Figure 1 IR satellite view of Irene taken at 113AM EDT, August 23, 2011


Figure 2 TRMM radar overpass of Irene at 713PM EDT, August 22, 2011. Image courtesy of the Naval Research Laboratory

Track Forecast

Irene is forecast to move to the northwest, passing over all of the Bahamas by Thursday evening, then curving to the north. Irene then makes landfall in the US near or at the Outer Banks Saturday afternoon, then traveling along the mid-Atlantic coastline of the US. After Saturday, Irene may pose a threat to Long Island and the New England coastline. However, NHC is quick to remind us that the average forecast error for day 4 is 200 miles, so don't stop your hurricane preparations if you aren't in the immediate area of landfall. It is also important to note that the windfield of Irene is expected to be large, affecting areas distant from the immediate track of Irene's center. Tropical storm forces winds are expected to be found out to at least 150 miles away from Irene's center on Friday afternoon.

NHC is forecasting for Irene to become a major hurricane (winds faster than 110 mph), within 24 hours.


Figure 3 Official track forecast of Irene at 2AM EDT.

Forecast models and adaptive observations
The different forecast models are in fairly good agreement about Irene's track through the Bahamas and along the east coast of the US. The GFDL, a dynamical hurricane forecasting model, which had been a western outlier from the other models is now agreeing with them. When a set of weather models using slighly different initial views of the atmosphere and slightly different ways of simulating how the atmosphere works all agree on a forecast, then meteorlogists tend to believe that the forecast is more likely to occur. The 00Z GFS and ECMWF (wind swath shown in Figure 4) forecasts are nearly identical, which furthur boosts forecaster confidence.

In the 11PM forecast discussion, the NHC forecaster praises the NOAA Gulfstream IV (aka Gonzo) for providing infomation about the atmosphere around Irene that will influence it's track. Looking at the plan of the day valid for today, it will be a busy day for airborne reconnaissance. Three flights for the Air Force hurricane hunters, two flights for the Gulfstream IV, and two flights for NOAA 42, a WP-3D (aka Kermit).

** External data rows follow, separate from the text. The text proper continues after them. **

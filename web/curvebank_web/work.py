"""The tasks a worker process knows. Each opens the files it needs itself; what it returns is small or packed."""

import json
from functools import partial
from pathlib import Path
from typing import Any

from curvebank import digitise, recipe, sheet
from curvebank.errors import CurvebankError, SheetError
from curvebank.jsonable import clean
from curvebank.records import PageInfo

from . import ghosts, prepared_cache, record_pack, sources
from .page_store import PageKey

Progress = Any


def _sheet(desk: str, bank: str, sha256: str) -> bytes:
    data = sources.sheet_bytes(Path(desk), Path(bank), sha256)
    if data is None:
        raise SheetError("Neither the desk nor the bank holds this sheet. Add its file again.", code="no-such-sheet")
    return data


def _part(progress: Progress, start: float, length: float, share: float, text: str = "") -> None:
    """Progress of a part of the work, told as progress of the whole."""
    progress(start + length * share, text)


def _prepared(desk: str, bank: str, cache: str, key: PageKey, progress: Progress) -> tuple[Any, PageInfo | None]:
    """The prepared page, from the cache or made now and kept; the page's facts where it was decoded now."""
    found = prepared_cache.read(Path(cache), key)
    if found is not None:
        return found, None
    progress(0.0, "Reading the sheet")
    loaded = sheet.load(_sheet(desk, bank, key.sha256), page=key.page, dpi=key.dpi, turn=key.turn)
    made = sheet.prepare(loaded, progress=partial(_part, progress, 0.1, 0.8))
    progress(0.95, "Keeping the levelled sheet")
    prepared_cache.write(Path(cache), key, made)
    return made, loaded.info


def prepare(*, desk: str, bank: str, cache: str, page: tuple[Any, ...], progress: Progress) -> None:
    """Prepare a page and keep it in the cache."""
    _prepared(desk, bank, cache, PageKey(*page), progress)


def run(
    *,
    desk: str,
    bank: str,
    cache: str,
    doc: bytes,
    page: tuple[Any, ...] | None,
    page_info: dict[str, Any] | None,
    settings: dict[str, Any],
    progress: Progress,
) -> dict[str, Any]:
    """Digitise a document as it stands; the result, its family picture and the packed records go back as text and bytes.

    A recipe or sheet that cannot be used is a result too: it says why. Only a stop or a fault of the program ends without one.
    """
    prepared, info = None, None
    early: CurvebankError | None = None
    if page is not None:
        try:
            prepared, decoded = _prepared(desk, bank, cache, PageKey(*page), partial(_part, progress, 0.0, 0.35))
            info = decoded or (PageInfo(**page_info) if page_info else None)
        except SheetError as error:
            early = error
    if early is not None:
        data = None if early.code == "no-such-sheet" else _sheet(desk, bank, PageKey(*page).sha256)  # type: ignore[misc]
        made = digitise.run(doc, data, settings, progress=progress)  # says in the result what is wrong with the sheet
    else:
        made = digitise.run(doc, None, settings, progress=progress, prepared=prepared, page=info)
    picture: dict[str, Any] = {}
    if made.error is None:
        progress(0.99, "Drawing the family")
        picture = ghosts.family_picture(made, recipe.parse(doc), prepared, settings)
    return {
        "result": json.dumps(digitise.result_json(made), allow_nan=False),
        "family": json.dumps(clean(picture), allow_nan=False),
        "digitised": record_pack.pack(made),
    }


def carry(
    *,
    desk: str,
    bank: str,
    cache: str,
    doc: bytes,
    old: tuple[Any, ...],
    old_info: dict[str, Any],
    new: tuple[Any, ...],
    new_info: dict[str, Any],
    file: str,
    settings: dict[str, Any],
    progress: Progress,
) -> dict[str, Any]:
    """Carry a document onto another scan of the same paper: the new recipe, and what changes with it.

    A draft need not name its pump yet: the names are set aside for the work and put back.
    """
    from curvebank.desk import rescan

    before, _ = _prepared(desk, bank, cache, PageKey(*old), partial(_part, progress, 0.0, 0.2))
    now, _ = _prepared(desk, bank, cache, PageKey(*new), partial(_part, progress, 0.2, 0.3))
    data = json.loads(doc)
    pump = data.get("pump")
    data["pump"] = {**(pump or {}), "maker": (pump or {}).get("maker") or "-", "model": (pump or {}).get("model") or "-", "key": "X"}
    key = PageKey(*new)
    made = rescan.carry(
        data,
        None,
        None,
        file=file,
        page=key.page,
        dpi=key.dpi,
        turn=key.turn,
        settings=settings,
        progress=partial(_part, progress, 0.5, 0.5),
        old_prepared=before,
        old_page=PageInfo(**old_info),
        new_prepared=now,
        new_page=PageInfo(**new_info),
    )
    return {"recipe": {**made.recipe, "pump": pump}, "report": clean(made.report())}


def join(
    *, desk: str, bank: str, first: tuple[Any, ...], second: tuple[Any, ...], ties: list[Any] | None, progress: Progress
) -> dict[str, Any]:
    """Join two halves of a sheet; the new sheet's file and how they were found to fit."""
    from curvebank.desk import joining

    one, two = PageKey(*first), PageKey(*second)
    made = joining.join(
        _sheet(desk, bank, one.sha256),
        _sheet(desk, bank, two.sha256),
        ties=ties,
        first_page=one.page,
        second_page=two.page,
        dpi=one.dpi,
        first_turn=one.turn,
        second_turn=two.turn,
        progress=progress,
    )
    return {"png": made.png, "report": clean(made.report)}


TASKS = {"prepare": prepare, "run": run, "carry": carry, "join": join}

Figure 4 Plot of the maximum sustained winds in mph over the next week from the 00Z ECMWF forecast.

Impacts

In the immediate future, Irene will have a significant impact on the Bahamas and surrounding islands. Hurricane force winds are ongoing over the Turks and Caicos islands and southeastern Bahamas. These locations can expect storm surges that are 5-8 feet above tide levels. The northwestern Bahamas can expect hurricane force winds Thursday, and storm surges that are 7-11 feet above tide levels. The Turks and Caicos islands and all of the Bahamas can expect 6-12 inches of rain over the next two days.

I still think people living along the east coast of the US should closely monitor Irene and review their hurricane preparations. Irene will be a large storm, impacting areas far from the storm center track.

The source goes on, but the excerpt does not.